WD EVA02-Large Tagger v3

Property	Value
Parameter Count	315M
License	Apache-2.0
Tensor Type	F32
Framework	timm, ONNX, Safetensors

What is wd-eva02-large-tagger-v3?

The WD EVA02-Large Tagger v3 is an advanced image tagging model specifically designed for comprehensive content classification. Developed by SmilingWolf using TPUs provided by the TRC program, this model represents a significant evolution in automated image tagging capabilities.

Implementation Details

The model was trained on Danbooru images with specific ID modulo ranges (0000-0899 for training, 0950-0999 for validation). It achieves a validation F1 score of 0.4772 at a threshold of 0.5296, demonstrating robust performance in tag prediction.

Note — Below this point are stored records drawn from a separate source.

def run_images(dirty, psf, out_dir, params, *, start=None, inputs=None, callback=None,
               operator=None, cell_arcsec=None, extra_images=None, sources=None,
               resume_from=None):
    """Deconvolve images in memory and write every output (the body of `run_files`).

    Parameters
    ----------
    dirty, psf : FitsImage
        Dirty image (Jy/beam) and PSF; the dirty image's WCS goes into the outputs.
    out_dir : str
        Output directory; see `run_files`.
    params : dict
        Run parameters (merged with `RUN_DEFAULTS`).
    start : datetime, optional
        When the run started (default now).
    inputs : dict, optional
        Input records for the report.
    callback : callable, optional
    operator : callable, optional
        Residual operator for the major cycles (default image plane); its
        ``describe()`` dict, if it has one, goes into the report.
    cell_arcsec : float, optional
        Cell size when the dirty image has no celestial WCS.
    extra_images : dict, optional
        ``kind -> (file name, FitsImage)`` written beside the outputs (and refused like
        them when they exist).
    sources, resume_from
        See `run_files`.

    Returns
    -------
    result, written, report
        As `run_files`.
    """
    cli = sources is not None          # the command line passes its (maybe empty) sources
    sources = sources or {}
    labels = {k: option_label(k, sources.get(k)) for k in RUN_DEFAULTS}
    merged = merge_params(params, sources)
    start = start or _dt.datetime.now(_dt.timezone.utc)
    extra_images = extra_images or {}
    names = {k: os.path.join(out_dir, v) for k, v in OUTPUT_NAMES.items()}
    names.update({k: os.path.join(out_dir, v[0]) for k, v in extra_images.items()})
    ow = merged["overwrite"]
    prepare_out(out_dir, names, ow, "--out" if cli else "out_dir")
    previous = previous_outputs(out_dir) if ow else []     # read before report.json is replaced
    notes = []
    check_units(dirty, notes)
    with warnings.catch_warnings():      # the one real error first, before any advice
        warnings.simplefilter("ignore")
        check_psf(np.nan_to_num(psf.data) if merged["nonfinite"] == "mask" else psf.data,
                  dirty.data.shape)
    cell = cell_size_arcsec(dirty.wcs) if dirty.wcs is not None else cell_arcsec
    data, blank = dirty.data, None
    if merged["nonfinite"] != "mask" and not np.all(np.isfinite(data)):
        bad = int(np.count_nonzero(~np.isfinite(data)))
        how = "--nonfinite mask" if cli else "nonfinite='mask'"
        raise InputError(f"the dirty image has {bad} non-finite pixels (NaN or inf) of "
                         f"{data.size}; give {how} to leave them out of cleaning and blank "
                         "in the outputs, or replace them")
    if merged["nonfinite"] == "mask":
        data, nan_mask, blank = mask_nonfinite(dirty.data)
        if blank.any():
            notes.append(f"{int(blank.sum())} non-finite dirty pixels treated as masked "
                         "and left blank (NaN) in the residual and restored images")
        else:
            blank = None
    initial = initial_model(resume_from, dirty) if resume_from else None
    beam = restoring_beam(merged, cell, labels["beam"], dirty.wcs)
    fitted = beam if beam is not None else fit_beam(psf.data)   # the run's one beam fit
    if beam is not None:
        notes.extend(beam_size_notes(beam, fit_beam(psf.data), cell, labels["beam"]))
    reasons = []
    scales_px = scales_in_pixels(merged, cell, data, psf.data, reasons, labels["scales"],
                                 beam=fitted)
    scale_warnings = []
    if not reasons:   # the user's own set: check it against the rules of thumb
        try:                                            # refuse bad sets before the advice
            ScaleSet(scales_px, image_shape=data.shape)
        except InputError as exc:
            raise InputError(f"{labels['scales']}: {exc}") from None
        with warnings.catch_warnings():
            warnings.simplefilter("ignore")
            afford = max_affordable_scales(data.shape, psf.data, scales_px,
                                           max_components=merged["max_components"],
                                           threads=merged["threads"])
            scale_warnings = check_scales(scales_px, data, psf.data, cell_arcsec=cell,
                                          beam=fitted,
                                          max_affordable_scales=len(afford.scales))
    mask = build_mask(merged, dirty, data.shape, labels)
    plan = plan_run(data.shape, psf.data, scales_px,
                    max_components=merged["max_components"], threads=merged["threads"],
                    max_major_cycles=merged["max_major_cycles"], dirty=data,
                    threshold=merged["threshold"], noise_threshold=merged["noise_threshold"])
    check_fits_memory(plan)
    for note in notes + scale_warnings:      # said before the run, as the engine's own
        logger.warning(note)
    extra_kw = {} if initial is None else {"model": initial}
    with warnings.catch_warnings(record=True) as caught:
        warnings.simplefilter("always")
        result = deconvolve(data, psf.data, operator=operator, callback=callback, **extra_kw,
                            blank=blank,
                            **deconvolve_options(merged, psf.data, cell, scales_px, mask, fitted))
    for text in notes + scale_warnings + [str(w.message) for w in caught]:
        if text not in result.warnings:      # the engine logs and warns the same words
            result.warnings.append(text)
    if blank is not None:
        for img in (result.residual, result.restored):
            if img is not None:
                img[blank] = np.nan
    end = _dt.datetime.now(_dt.timezone.utc)
    record = dict(merged, scales=scales_px, stop_rule=stop_rule(merged))
    inputs = dict(inputs or {})
    if resume_from:
        inputs["resumed_from"] = {"path": os.path.abspath(
            os.path.join(resume_from, OUTPUT_NAMES["model"]))}
    major = result.parameters["operator"]
    keep = [v["path"] for v in inputs.values() if isinstance(v, dict) and "path" in v]
    keep += [merged["mask"]] if merged["mask"] else []
    with finish_on_first_interrupt(already=result.stop_reason == "interrupted") as writing, \
            incomplete_marker(out_dir):
        written, report = _write_outputs(result, dirty, psf, names, record, start, end, plan,
                                         reasons, inputs, cell, ow, extra_images, major,
                                         stale=(previous, keep))
    result.interrupted_while_writing = writing.interrupted
    return result, written, report
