def write_image(path, data, *, like=None, bunit, beam=None, history=(), extra=None,
                overwrite=False):
    """Write a 2-D image to FITS atomically, with WCS, beam keywords and HISTORY.

    Parameters
    ----------
    path : str or os.PathLike
        Output file.
    data : (ny, nx) ndarray
        Pixels; float64 is written as float64, anything else as float32.
    like : FitsImage, astropy Header or astropy WCS, optional
        The input image on the same grid as ``data``.  From an image or header read
        from FITS the output keeps the axis structure (degenerate axes such as a
        frequency or Stokes axis are written back with NAXISn = 1, in their order), the
        world-coordinate cards as written and the observation cards (OBJECT, TELESCOP,
        DATE-OBS, ...; `skyscale.io.fits_cards.KEPT_KEYWORDS`); the input's pixel
        description (BUNIT, beam, BSCALE/BZERO/BLANK, DATAMIN/DATAMAX, checksums), its
        HISTORY, COMMENT and other cards are not copied.  From a WCS the output gets
        its celestial axes.
    bunit : str
        The BUNIT keyword, for example ``'Jy/beam'`` or ``'Jy/pixel'``.
    beam : Beam, optional
        Restoring beam in pixels, written as BMAJ/BMIN (degrees, FWHM) and BPA (degrees
        east of north); needs a celestial WCS from ``like``.
    history : sequence of str, optional
        HISTORY lines, for example from `provenance_history`; a line longer than a card
        is continued over several (`skyscale.io.fits_cards.wrap_history`), never cut.
    extra : dict, optional
        More keywords: ``{key: value}`` or ``{key: (value, comment)}``; not those in
        `RESERVED_KEYWORDS`.
    overwrite : bool, optional
        Replace an existing file (default False).

    Returns
    -------
    str
        The path written.

    Raises
    ------
    FileExistsError
        If ``path`` exists and ``overwrite`` is False.
    ValueError
        If ``data``'s shape differs from ``like``'s, ``beam`` is given without a
        celestial WCS, or ``extra`` sets a reserved keyword.

    Notes
    -----
    The file gets CHECKSUM and DATASUM cards and a DATE card (UTC).  It is written
    to a temporary file next to ``path`` and renamed over it, so a failure leaves
    neither a partial output nor a temporary file.

    Examples
    --------
    >>> import os, tempfile, numpy as np
    >>> with tempfile.TemporaryDirectory() as d:
    ...     p = write_image(os.path.join(d, "b.fits"), np.zeros((2, 2)), bunit="Jy/pixel",
    ...                     history=["made in a doctest"])
    ...     str(fits.getheader(p)["HISTORY"])
    'made in a doctest'
    """
    path = os.fspath(path)
    arr = np.asarray(data)
    arr = as_image(arr, "data", dtype=np.float64 if arr.dtype == np.float64 else np.float32,
                   allow_nan=True)
    if not isinstance(bunit, str):
        raise TypeError(f"bunit is {bunit!r}; pass a unit string such as 'Jy/beam'")
    wcs, shape = _like_wcs(like)
    if shape is not None and tuple(shape) != arr.shape:
        raise ValueError(f"data has shape {arr.shape} but like has {tuple(shape)}; its WCS "
                         "would not fit, pass like for an image on the same grid")
    header, out_shape = _base_header(like, wcs, arr.shape)
    header["BUNIT"] = (bunit, "pixel unit")
    if beam is not None:
        if not isinstance(beam, Beam):
            raise TypeError(f"beam is {beam!r}; pass a skyscale Beam in pixels")
        if wcs is None:
            raise ValueError("beam is given but there is no celestial WCS to turn pixels "
                             "into degrees; pass like= with the image's header or WCS")
        cell = cell_size_arcsec(wcs)
        header["BMAJ"] = (beam.major * cell / 3600.0, "[deg] restoring beam FWHM, major axis")
        header["BMIN"] = (beam.minor * cell / 3600.0, "[deg] restoring beam FWHM, minor axis")
        header["BPA"] = (sky_position_angle(beam.pa, wcs), "[deg] restoring beam angle, east of north")
    for key, value in (extra or {}).items():
        if str(key).upper() in RESERVED_KEYWORDS or str(key).upper().startswith("NAXIS"):
            raise ValueError(f"extra sets the reserved keyword {key!r}; use the bunit=, "
                             "beam= or history= arguments, structural keywords are automatic")
        header[key] = value
    header["DATE"] = (_dt.datetime.now(_dt.timezone.utc).strftime("%Y-%m-%dT%H:%M:%S"),
                      "file written (UTC)")
    for line in [history] if isinstance(history, str) else history:
        for text in wrap_history(line):
            header.add_history(text)
    hdul = fits.HDUList([fits.PrimaryHDU(data=arr.reshape(out_shape), header=header)])
    with _atomic_output(path, overwrite) as fh:
        hdul.writeto(fh, checksum=True)
    return path


def write_table_csv(path, rows, fieldnames, *, overwrite=False):
    """Write rows to a CSV file atomically, with a header line.

    Parameters
    ----------
    path : str or os.PathLike
    rows : iterable
        Each row a dict keyed by ``fieldnames``, a sequence in ``fieldnames`` order,
        or a record of a numpy structured array.
    fieldnames : sequence of str
        Column names, written as the first line.
    overwrite : bool, optional
        Replace an existing file (default False).

    Returns
    -------
    str
        The path written.

    Raises
    ------
    FileExistsError
        If ``path`` exists and ``overwrite`` is False.
    ValueError
        If a row lacks a field or has the wrong length; nothing is written then.

    Examples
    --------
    >>> import os, tempfile
    >>> with tempfile.TemporaryDirectory() as d:
    ...     p = write_table_csv(os.path.join(d, "t.csv"), [{"x": 1, "flux": 0.5}], ["x", "flux"])
    ...     with open(p) as fh:
    ...         fh.read().splitlines()
    ['x,flux', '1,0.5']
    """
    path = os.fspath(path)
    fieldnames = [str(f) for f in fieldnames]
    if not fieldnames:
        raise ValueError("fieldnames is empty; pass the column names")
    with _atomic_output(path, overwrite, text=True) as fh:
        writer = csv.writer(fh, lineterminator="\n")
        writer.writerow(fieldnames)
        for i, row in enumerate(rows):
            if isinstance(row, Mapping):
                missing = [f for f in fieldnames if f not in row]
                if missing:
                    raise ValueError(f"rows[{i}] lacks the fields {missing}; give every "
                                     "row all of fieldnames")
                values = [row[f] for f in fieldnames]
            else:
                values = list(row.tolist() if isinstance(row, np.void) else row)
                if len(values) != len(fieldnames):
                    raise ValueError(f"rows[{i}] has {len(values)} values but there are "
                                     f"{len(fieldnames)} fieldnames; make them match")
            writer.writerow(values)
    return path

Comprehensive dataset coverage up to February 2024
Minimum threshold of 10 general tags per image
Tags filtered to include only those with 600+ image examples
Compatible with timm framework for easy integration
Flexible ONNX implementation supporting batch inference

Core Capabilities

Multi-category tagging support (ratings, characters, general tags)
Batch processing capabilities
High-performance inference with ONNX runtime (≥ 1.17.0)
Seamless integration with multiple frameworks (JAX, timm, ONNX)

Frequently Asked Questions

Q: What makes this model unique?

This model stands out for its comprehensive training on a large-scale dataset with strict quality controls and multi-framework compatibility. The use of Macro-F1 for performance measurement ensures balanced evaluation across all tag categories.

Q: What are the recommended use cases?

The model is ideal for automated image tagging systems, content classification, and large-scale image database organization. It's particularly well-suited for applications requiring detailed anime and illustration content analysis.